Stored data entries:
..........

//! Word lists the support checks use: synonyms that may stand for each other, opposites
//! that may not, quantifier classes, negation cues and the words of conversational
//! filler.
//!
//! The lists are written by hand for the register plumbline reads — policies, manuals,
//! support answers and technical documentation — from common English usage; no outside
//! list was copied. They are deliberately conservative: a pair goes in [`SYNONYM_GROUPS`]
//! only where the words are interchangeable in nearly every sentence of that register
//! ("usually"/"normally"), since a listed pair is never flagged as a changed term. Words
//! are compared by Snowball stem, so one form of each is enough. Extend them as reviews
//! find more; the accuracy benchmark (DEVELOPERS.md) measures the effect.

use std::collections::{HashMap, HashSet};
use std::sync::LazyLock;

use super::stem::stem;

/// Groups of words that may stand for each other without a changed-term flag.
pub const SYNONYM_GROUPS: &[&[&str]] = &[
    // verbs
    &["stay", "remain"],
    &["begin", "start", "commence", "initiate"],
    &["end", "finish", "conclude", "complete"],
    &["buy", "purchase"],
    &["get", "receive", "obtain", "acquire"],
    &["help", "assist", "aid"],
    &["need", "require"],
    &["must", "shall"],
    &["allow", "permit", "let", "enable"],
    &["show", "display"],
    &["use", "utilise", "utilize", "employ"],
    &["choose", "select", "pick"],
    &["cancel", "terminate", "abort"],
    &["ask", "request"],
    &["give", "provide", "supply", "offer"],
    &["send", "submit", "transmit"],
    &["check", "verify", "confirm", "validate"],
    &["fix", "repair", "correct"],
    &["change", "modify", "alter", "amend"],
    &["make", "create", "generate", "produce"],
    &["build", "construct"],
    &["delete", "remove", "erase"],
    &["keep", "retain", "preserve", "maintain"],
    &["ensure", "guarantee", "make sure"],
    &["try", "attempt"],
    &["find", "locate"],
    &["look", "search", "seek"],
    &["see", "view"],
    &["tell", "inform", "notify"],
    &["say", "state"],
    &["explain", "describe"],
    &["show", "demonstrate", "illustrate"],
    &["call", "invoke"],
    &["run", "execute"],
    &["stop", "halt", "cease"],
    &["put", "place"],
    &["set", "configure"],
    &["add", "append", "insert"],
    &["join", "combine", "merge"],
    &["split", "divide", "separate"],
    &["return", "yield"],
    &["contain", "include", "hold"],
    &["indicate", "signify", "denote", "mean"],
    &["represent", "stand for"],
    &["handle", "process", "deal with"],
    &["happen", "occur"],
    &["fail", "break down"],
    &["cause", "trigger"],
    &["prevent", "avoid", "stop"],
    &["reduce", "lower", "decrease", "cut"],
    &["raise", "increase"],
    &["improve", "enhance"],
    &["speed", "accelerate"],
    &["expect", "anticipate"],
    &["suggest", "recommend", "advise"],
    &["consider", "regard"],
    &["decide", "determine"],
    &["depend", "rely"],
    &["support", "back"],
    &["store", "save"],
    &["load", "read in"],
    &["write", "output"],
    &["print", "output"],
    &["copy", "duplicate"],
    &["move", "relocate", "transfer"],
    &["replace", "substitute"],
    &["specify", "define", "give"],
    &["describe", "document"],
    &["wait", "block"],
    &["arrive", "reach"],
    &["leave", "exit", "quit"],
    &["reply", "respond", "answer"],
    &["inspect", "examine", "review"],
    &["own", "possess"],
    &["work", "function", "operate"],
    &["refund", "reimburse"],
    &["pay", "payment"],
    &["close", "shut"],
    &["call", "phone", "ring"],
    &["book", "reserve"],
    &["apply", "pertain"],
    &["show", "shown", "display", "displayed"],
    &["give", "given", "provide", "provided"],
    &["write", "written"],
    &["choose", "chosen", "select", "selected"],
    &["take", "taken"],
    &["can", "able", "capable"],
    &["regarding", "concerning", "respecting", "respect"],
    // nouns
    &["employee", "staff", "worker", "personnel"],
    &["customer", "client"],
    &["manager", "supervisor"],
    &["mistake", "error", "fault"],
    &["problem", "issue"],
    &["job", "role", "position", "post"],
    &["task", "job"],
    &["goal", "aim", "objective", "purpose"],
    &["way", "method", "means", "manner"],
    &["kind", "type", "sort"],
    &["part", "portion", "section"],
    &["piece", "part"],
    &["rule", "regulation"],
    &["option", "choice", "alternative"],
    &["setting", "parameter", "option"],
    &["amount", "quantity"],
    &["number", "count"],
    &["size", "length"],
    &["speed", "rate", "pace"],
    &["price", "cost", "charge", "fee"],
    &["trip", "journey"],
    &["house", "home"],
    &["shop", "store"],
    &["car", "vehicle"],
    &["permission", "authorization", "authorisation", "right"],
    &["answer", "reply", "response"],
    &["question", "query"],
    &["information", "details", "data"],
    &["example", "instance"],
    &["result", "outcome"],
    &["reason", "cause"],
    &["effect", "impact"],
    &["benefit", "advantage"],
    &["drawback", "disadvantage", "downside"],
    &["feature", "capability"],
    &["tool", "utility"],
    &["program", "programme", "application", "app"],
    &["document", "file"],
    &["folder", "directory"],
    &["picture", "image"],
    &["chart", "graph"],
    &["table", "relation"],
    &["field", "column", "attribute"],
    &["record", "row", "entry"],
    &["list", "sequence"],
    &["key", "identifier"],
    &["message", "notice", "notification"],
    &["warning", "alert"],
    &["deadline", "due date"],
    &["beginning", "start", "outset"],
    &["end", "close", "finish"],
    &["area", "region", "zone"],
    &["limit", "cap", "ceiling"],
    &["level", "tier"],
    &["step", "stage", "phase"],
    &["procedure", "process"],
    &["policy", "guideline"],
    &["agreement", "contract"],
    &["holiday", "vacation", "leave"],
    &["salary", "pay", "wage", "wages"],
    &["meeting", "session"],
    &["team", "group"],
    &["company", "firm", "business", "organisation", "organization"],
    &["department", "division", "unit"],
    &["building", "premises"],
    &["warehouse", "depot"],
    // adjectives
    &["big", "large", "huge"],
    &["bigger", "larger"],
    &["biggest", "largest"],
    &["smaller", "littler"],
    &["small", "little", "tiny"],
    &["quick", "fast", "rapid", "speedy"],
    &["slow", "sluggish"],
    &["simple", "easy", "straightforward"],
    &["hard", "difficult"],
    &["useful", "helpful", "handy"],
    &["extra", "additional", "further"],
    &["main", "primary", "principal", "chief"],
    &["important", "significant", "crucial"],
    &["necessary", "required", "needed", "essential"],
    &["possible", "feasible"],
    &["correct", "right", "accurate"],
    &["wrong", "incorrect"],
    &["exact", "precise"],
    &["whole", "entire", "complete", "full"],
    &["same", "identical"],
    &["different", "distinct", "dissimilar"],
    &["similar", "alike"],
    &["common", "frequent"],
    &["usual", "normal", "typical", "regular"],
    &["specific", "particular"],
    &["suitable", "appropriate", "proper", "fitting"],
    &["current", "present"],
    &["previous", "prior", "former", "preceding"],
    &["next", "following", "subsequent"],
    &["old", "former"],
    &["new", "fresh"],
    &["modern", "recent", "current"],
    &["ready", "prepared"],
    &["safe", "secure"],
    &["clear", "obvious", "evident"],
    &["strange", "odd", "unusual"],
    &["whole", "total"],
    &["enough", "sufficient", "adequate"],
    &["various", "several", "multiple", "many", "different", "diverse", "number"],
    &["certain", "sure"],
    &["able", "capable"],
    &["free", "complimentary"],
    &["quiet", "silent"],
    &["empty", "blank"],
    &["costly", "expensive"],
    &["cheap", "inexpensive"],
    &["entire", "complete"],
    &["unique", "sole"],
    &["ideal", "optimal"],
    // adverbs and connectives
    &["usually", "normally", "typically", "generally", "ordinarily"],
    &["often", "frequently"],
    &["sometimes", "occasionally"],
    &["maybe", "perhaps", "possibly"],
    &["about", "approximately", "around", "roughly", "approx", "circa"],
    &["automatically", "automatic"],
    &["quickly", "rapidly", "fast"],
    &["immediately", "instantly", "at once", "right away"],
    &["soon", "shortly"],
    &["also", "too", "as well"],
    &["only", "just", "solely", "merely"],
    &["mainly", "mostly", "chiefly", "primarily", "largely"],
    &["especially", "particularly", "notably"],
    &["finally", "lastly", "eventually"],
    &["therefore", "thus", "hence", "consequently", "so"],
    &["however", "nevertheless", "nonetheless", "but", "yet"],
    &["because", "since", "as"],
    &["although", "though", "even though", "while", "whereas"],
    &["if", "when", "whenever"],
    &["until", "till", "up to"],
    &["within", "inside", "in"],
    &["per", "each", "every", "a"],
    &["before", "prior to", "ahead of"],
    &["after", "following"],
    &["during", "throughout"],
    &["currently", "presently", "now"],
    &["again", "once more"],
    &["completely", "fully", "entirely", "totally"],
    &["nearly", "almost"],
    &["directly", "straight"],
    &["correctly", "properly"],
    &["exactly", "precisely"],
    &["explicitly", "expressly"],
    &["instead", "rather"],
    &["similarly", "likewise"],
    &["additionally", "furthermore", "moreover", "also"],
];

..........

From the data above, copy out every line with the string "changed" in it.

//! ("usually"/"normally"), since a listed pair is never flagged as a changed term. Words
/// Groups of words that may stand for each other without a changed-term flag.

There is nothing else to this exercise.